> [WORK TASK]: Only some lines are wanted. Transcribe, exactly, the lines below from the line with "options: Mapping[str, Any]" up to and including the line with "for parts in".
#####
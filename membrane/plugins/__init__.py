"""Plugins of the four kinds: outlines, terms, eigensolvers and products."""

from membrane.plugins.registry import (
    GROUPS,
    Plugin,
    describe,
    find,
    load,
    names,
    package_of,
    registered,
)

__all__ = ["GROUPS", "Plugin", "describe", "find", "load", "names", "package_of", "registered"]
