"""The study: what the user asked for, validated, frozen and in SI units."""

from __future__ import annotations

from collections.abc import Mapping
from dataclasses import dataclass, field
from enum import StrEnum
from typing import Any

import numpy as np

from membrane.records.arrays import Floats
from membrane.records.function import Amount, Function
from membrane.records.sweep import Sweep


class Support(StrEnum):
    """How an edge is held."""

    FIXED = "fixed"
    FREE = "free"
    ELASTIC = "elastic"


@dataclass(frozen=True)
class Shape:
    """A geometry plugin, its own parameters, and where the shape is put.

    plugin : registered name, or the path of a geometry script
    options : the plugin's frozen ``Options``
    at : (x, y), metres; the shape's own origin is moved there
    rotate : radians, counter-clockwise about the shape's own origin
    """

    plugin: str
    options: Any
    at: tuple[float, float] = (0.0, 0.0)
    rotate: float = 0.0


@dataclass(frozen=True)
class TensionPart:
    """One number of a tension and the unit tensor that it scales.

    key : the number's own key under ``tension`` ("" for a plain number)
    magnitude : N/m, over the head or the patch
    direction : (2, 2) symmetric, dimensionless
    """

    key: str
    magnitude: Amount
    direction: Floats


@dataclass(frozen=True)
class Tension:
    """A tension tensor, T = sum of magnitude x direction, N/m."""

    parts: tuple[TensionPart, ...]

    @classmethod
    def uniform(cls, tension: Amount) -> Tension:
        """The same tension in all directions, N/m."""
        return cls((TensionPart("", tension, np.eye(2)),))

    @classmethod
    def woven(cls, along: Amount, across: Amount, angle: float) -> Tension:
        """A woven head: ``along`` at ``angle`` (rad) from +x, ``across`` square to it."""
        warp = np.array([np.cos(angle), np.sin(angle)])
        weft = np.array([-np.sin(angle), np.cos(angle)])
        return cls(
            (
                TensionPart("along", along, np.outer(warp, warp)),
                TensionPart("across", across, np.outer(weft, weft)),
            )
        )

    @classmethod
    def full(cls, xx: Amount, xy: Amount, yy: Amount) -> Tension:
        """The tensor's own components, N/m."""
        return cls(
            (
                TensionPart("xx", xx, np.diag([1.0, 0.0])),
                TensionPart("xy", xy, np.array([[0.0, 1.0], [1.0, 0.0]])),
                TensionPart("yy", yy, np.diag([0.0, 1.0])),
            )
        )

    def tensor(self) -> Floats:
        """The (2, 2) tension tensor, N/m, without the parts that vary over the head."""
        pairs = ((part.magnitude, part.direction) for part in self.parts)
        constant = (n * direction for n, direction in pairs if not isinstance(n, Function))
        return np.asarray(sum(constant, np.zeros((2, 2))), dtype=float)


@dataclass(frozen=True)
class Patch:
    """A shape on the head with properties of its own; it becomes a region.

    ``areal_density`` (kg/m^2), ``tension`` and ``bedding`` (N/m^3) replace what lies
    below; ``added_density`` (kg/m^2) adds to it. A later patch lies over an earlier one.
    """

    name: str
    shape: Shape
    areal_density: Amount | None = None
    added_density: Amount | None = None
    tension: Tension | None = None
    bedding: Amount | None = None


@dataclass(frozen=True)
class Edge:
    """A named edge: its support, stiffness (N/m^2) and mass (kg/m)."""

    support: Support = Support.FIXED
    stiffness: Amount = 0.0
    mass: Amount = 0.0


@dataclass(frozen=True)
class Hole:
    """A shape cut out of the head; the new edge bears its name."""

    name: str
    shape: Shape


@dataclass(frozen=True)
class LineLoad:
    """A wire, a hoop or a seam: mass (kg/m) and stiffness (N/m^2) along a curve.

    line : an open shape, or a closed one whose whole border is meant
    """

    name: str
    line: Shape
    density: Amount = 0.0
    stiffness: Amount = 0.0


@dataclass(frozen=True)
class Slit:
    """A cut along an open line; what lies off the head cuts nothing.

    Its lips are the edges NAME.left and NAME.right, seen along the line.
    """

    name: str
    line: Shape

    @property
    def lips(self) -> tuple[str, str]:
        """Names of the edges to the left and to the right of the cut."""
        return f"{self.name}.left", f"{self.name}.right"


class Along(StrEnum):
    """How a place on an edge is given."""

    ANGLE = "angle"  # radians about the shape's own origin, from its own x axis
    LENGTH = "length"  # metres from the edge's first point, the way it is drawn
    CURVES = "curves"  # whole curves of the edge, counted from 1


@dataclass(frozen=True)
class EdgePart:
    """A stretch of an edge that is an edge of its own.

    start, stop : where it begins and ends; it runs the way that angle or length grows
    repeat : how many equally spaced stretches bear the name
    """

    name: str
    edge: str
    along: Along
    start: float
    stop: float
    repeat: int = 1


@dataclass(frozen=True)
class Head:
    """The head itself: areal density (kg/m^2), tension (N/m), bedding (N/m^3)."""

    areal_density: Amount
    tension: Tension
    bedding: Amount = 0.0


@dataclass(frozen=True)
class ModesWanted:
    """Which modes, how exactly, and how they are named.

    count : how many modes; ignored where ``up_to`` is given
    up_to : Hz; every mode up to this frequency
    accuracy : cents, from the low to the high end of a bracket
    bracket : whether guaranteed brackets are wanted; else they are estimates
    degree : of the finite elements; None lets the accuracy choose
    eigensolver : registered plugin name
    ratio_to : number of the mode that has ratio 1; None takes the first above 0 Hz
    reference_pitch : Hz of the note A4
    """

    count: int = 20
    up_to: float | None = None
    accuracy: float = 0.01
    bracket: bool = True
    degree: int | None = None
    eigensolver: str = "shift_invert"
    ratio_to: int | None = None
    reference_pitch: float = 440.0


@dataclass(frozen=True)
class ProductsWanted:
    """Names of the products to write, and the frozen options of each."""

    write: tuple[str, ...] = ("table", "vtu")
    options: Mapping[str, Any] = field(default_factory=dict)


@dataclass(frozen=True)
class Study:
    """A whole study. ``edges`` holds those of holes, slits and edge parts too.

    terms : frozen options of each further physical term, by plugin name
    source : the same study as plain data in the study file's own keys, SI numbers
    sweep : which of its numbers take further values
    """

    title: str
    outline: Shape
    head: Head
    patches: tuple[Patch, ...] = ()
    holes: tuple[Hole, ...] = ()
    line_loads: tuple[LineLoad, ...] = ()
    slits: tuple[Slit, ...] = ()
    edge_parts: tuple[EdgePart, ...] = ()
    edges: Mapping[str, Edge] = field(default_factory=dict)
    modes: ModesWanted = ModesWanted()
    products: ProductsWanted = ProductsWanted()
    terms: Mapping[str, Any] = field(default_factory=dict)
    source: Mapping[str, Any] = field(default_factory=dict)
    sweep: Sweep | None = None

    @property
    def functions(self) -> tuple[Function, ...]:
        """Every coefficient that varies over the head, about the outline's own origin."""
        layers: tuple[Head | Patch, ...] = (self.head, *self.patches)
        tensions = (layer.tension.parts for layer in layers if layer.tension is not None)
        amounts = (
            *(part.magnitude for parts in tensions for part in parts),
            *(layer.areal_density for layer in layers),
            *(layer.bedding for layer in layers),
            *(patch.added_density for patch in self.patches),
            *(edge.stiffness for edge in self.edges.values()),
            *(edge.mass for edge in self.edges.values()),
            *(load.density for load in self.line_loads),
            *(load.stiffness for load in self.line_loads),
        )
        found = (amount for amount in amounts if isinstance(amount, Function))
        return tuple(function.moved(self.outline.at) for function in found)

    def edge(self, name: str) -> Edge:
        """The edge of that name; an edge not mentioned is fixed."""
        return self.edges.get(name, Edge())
#####
> [SOLUTION TO THIS EXERCISE]:
    options: Mapping[str, Any] = field(default_factory=dict)


@dataclass(frozen=True)
class Study:
    """A whole study. ``edges`` holds those of holes, slits and edge parts too.

    terms : frozen options of each further physical term, by plugin name
    source : the same study as plain data in the study file's own keys, SI numbers
    sweep : which of its numbers take further values
    """

    title: str
    outline: Shape
    head: Head
    patches: tuple[Patch, ...] = ()
    holes: tuple[Hole, ...] = ()
    line_loads: tuple[LineLoad, ...] = ()
    slits: tuple[Slit, ...] = ()
    edge_parts: tuple[EdgePart, ...] = ()
    edges: Mapping[str, Edge] = field(default_factory=dict)
    modes: ModesWanted = ModesWanted()
    products: ProductsWanted = ProductsWanted()
    terms: Mapping[str, Any] = field(default_factory=dict)
    source: Mapping[str, Any] = field(default_factory=dict)
    sweep: Sweep | None = None

    @property
    def functions(self) -> tuple[Function, ...]:
        """Every coefficient that varies over the head, about the outline's own origin."""
        layers: tuple[Head | Patch, ...] = (self.head, *self.patches)
        tensions = (layer.tension.parts for layer in layers if layer.tension is not None)
        amounts = (
            *(part.magnitude for parts in tensions for part in parts),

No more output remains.